I wouldn’t trust any of the Gummi-Beary Juice addicts, what with their bouncing here, there, and everywhere.

Heath Bars–This one would be my addition. I’m old and I like toffee. The kids didn’t even mention Heath bars or any other toffee based candies. Ever.

Tiny Bag o’ Chips or Pretzels: Ok, I get that it’s not technically a candy per se, but the bagged salty snack is a great way to break up the monotony of chocolate that ends up dominating the rest of the Halloween haul. That’s not to say that chocolate is a bad thing, but it’s nice to have the salty change of pace.

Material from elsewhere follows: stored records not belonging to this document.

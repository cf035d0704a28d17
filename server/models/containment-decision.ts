import { DataTypes, Model, type CreationOptional, type InferAttributes, type InferCreationAttributes, type NonAttribute, type Sequelize } from 'sequelize';
import type { ContainmentDecisionKind } from '../../shared/schemas/impact';
import type { User } from './user';

/** The quality manager's decision on one past inspection a finding puts in doubt. */
export class ContainmentDecision extends Model<InferAttributes<ContainmentDecision>, InferCreationAttributes<ContainmentDecision>> {
  declare id: CreationOptional<number>;
  declare findingId: number;
  declare inspectionId: number;
  declare decision: ContainmentDecisionKind;
  declare reason: string;
  declare decidedById: number;
  declare decidedAt: Date;
  declare version: CreationOptional<number>;
  declare createdAt: CreationOptional<Date>;
  declare updatedAt: CreationOptional<Date>;

  declare decidedBy?: NonAttribute<User>;
}

export function initContainmentDecision(sequelize: Sequelize) {
  ContainmentDecision.init(
    {
      id: { type: DataTypes.INTEGER, autoIncrement: true, primaryKey: true },
      findingId: { type: DataTypes.INTEGER, allowNull: false },
      inspectionId: { type: DataTypes.INTEGER, allowNull: false },
      decision: { type: DataTypes.STRING(24), allowNull: false },
      reason: { type: DataTypes.TEXT, allowNull: false },
      decidedById: { type: DataTypes.INTEGER, allowNull: false },
      decidedAt: { type: DataTypes.DATE(3), allowNull: false },
      version: { type: DataTypes.INTEGER, allowNull: false, defaultValue: 0 },
      createdAt: DataTypes.DATE(3),
      updatedAt: DataTypes.DATE(3),
    },
    { sequelize, tableName: 'containment_decisions', modelName: 'ContainmentDecision', underscored: true, version: true },
  );
}
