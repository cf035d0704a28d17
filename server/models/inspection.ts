import { DataTypes, Model, type CreationOptional, type InferAttributes, type InferCreationAttributes, type NonAttribute, type Sequelize } from 'sequelize';
import type { InspectionResult } from '../../shared/schemas/inspection';
import type { Equipment } from './equipment';
import type { Technique } from './technique';
import type { TechniqueRevision } from './technique-revision';
import type { User } from './user';

/** One inspection performed to one technique revision: the part, the work order, who, the result and the equipment used. */
export class Inspection extends Model<InferAttributes<Inspection>, InferCreationAttributes<Inspection>> {
  declare id: CreationOptional<number>;
  declare techniqueRevisionId: number;
  declare techniqueId: number;
  declare performedOn: string;
  declare partNumber: string;
  declare serialNumber: string;
  declare workOrder: string;
  declare customer: string;
  declare inspectorId: number;
  declare result: InspectionResult;
  declare instrumentId: number | null;
  declare probeId: number | null;
  declare referenceStandardId: number | null;
  declare notes: string | null;
  declare createdById: number;
  declare version: CreationOptional<number>;
  declare createdAt: CreationOptional<Date>;
  declare updatedAt: CreationOptional<Date>;

  declare technique?: NonAttribute<Technique>;
  declare techniqueRevision?: NonAttribute<TechniqueRevision>;
  declare inspector?: NonAttribute<User>;
  declare instrument?: NonAttribute<Equipment | null>;
  declare probe?: NonAttribute<Equipment | null>;
  declare referenceStandard?: NonAttribute<Equipment | null>;
}

export function initInspection(sequelize: Sequelize) {
  Inspection.init(
    {
      id: { type: DataTypes.INTEGER, autoIncrement: true, primaryKey: true },
      techniqueRevisionId: { type: DataTypes.INTEGER, allowNull: false },
      techniqueId: { type: DataTypes.INTEGER, allowNull: false },
      performedOn: { type: DataTypes.DATEONLY, allowNull: false },
      partNumber: { type: DataTypes.STRING(80), allowNull: false },
      serialNumber: { type: DataTypes.STRING(80), allowNull: false },
      workOrder: { type: DataTypes.STRING(60), allowNull: false },
      customer: { type: DataTypes.STRING(120), allowNull: false },
      inspectorId: { type: DataTypes.INTEGER, allowNull: false },
      result: { type: DataTypes.STRING(24), allowNull: false },
      instrumentId: { type: DataTypes.INTEGER, allowNull: true },
      probeId: { type: DataTypes.INTEGER, allowNull: true },
      referenceStandardId: { type: DataTypes.INTEGER, allowNull: true },
      notes: { type: DataTypes.TEXT, allowNull: true },
      createdById: { type: DataTypes.INTEGER, allowNull: false },
      version: { type: DataTypes.INTEGER, allowNull: false, defaultValue: 0 },
      createdAt: DataTypes.DATE(3),
      updatedAt: DataTypes.DATE(3),
    },
    { sequelize, tableName: 'inspections', modelName: 'Inspection', underscored: true, version: true },
  );
}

I just didn’t want the list to turn into another Ho-ho debacle.

Now, I’m sure you’re wondering what actually  made the cut, so let’s get this started. I went to the local Wallymart to make sure all of these are easily and readily available right now, barring any local stock issues.

10) Butterfingers: This is something that I thought would rank higher, yet it barely made the cut over pretenders like Skittles.

It’s a DQ Blizzard staple, and Bart Simpson advertising helped to make this candy bar one of the more popular options when I was growing up. Today, kids could take or leave your Butterfingers. Oh, how the mighty have fallen. They don’t even sell a big bag of just Butterfingers! A source told me they changed the recipe and angered their fans. All I know for sure is they’ve been downgraded to ‘Crunch Bar just hanging on for nostalgia’s sake’ status.

9) Ramen Noodles: I’m using this as the catch-all for an idea that came up in multiple groups. This is the last minute substitute from the house or apartment that ran out of candy and is just giving out random stuff.

They either don’t have enough sense to stop answering the door, or they just enjoy the chaos of it. Packs of Ramen, cans of soup, or whatever random-this-isn’t-really-intended-for-Halloween-but-it’s-harmless treat seems to really brighten the kids’ days. Kids enjoy random non-sequiturs, so Ramen Noodles makes the list! It makes more sense than Andy’s peppermints!

8) Starburst: I’m not the biggest fan of the ‘burst, personally, but the kids really seem to enjoy them. My kiddo goes ga-ga over the lemon ones. He calls them lemon, but to me, they’re just the yellows. They taste just like the pinks and oranges.

They say these are different. I’m not so sure.

I’ll take the Starbursts over Skittles, which almost made the cut, but I would never mistake either of them for the flavors they pretend they represent.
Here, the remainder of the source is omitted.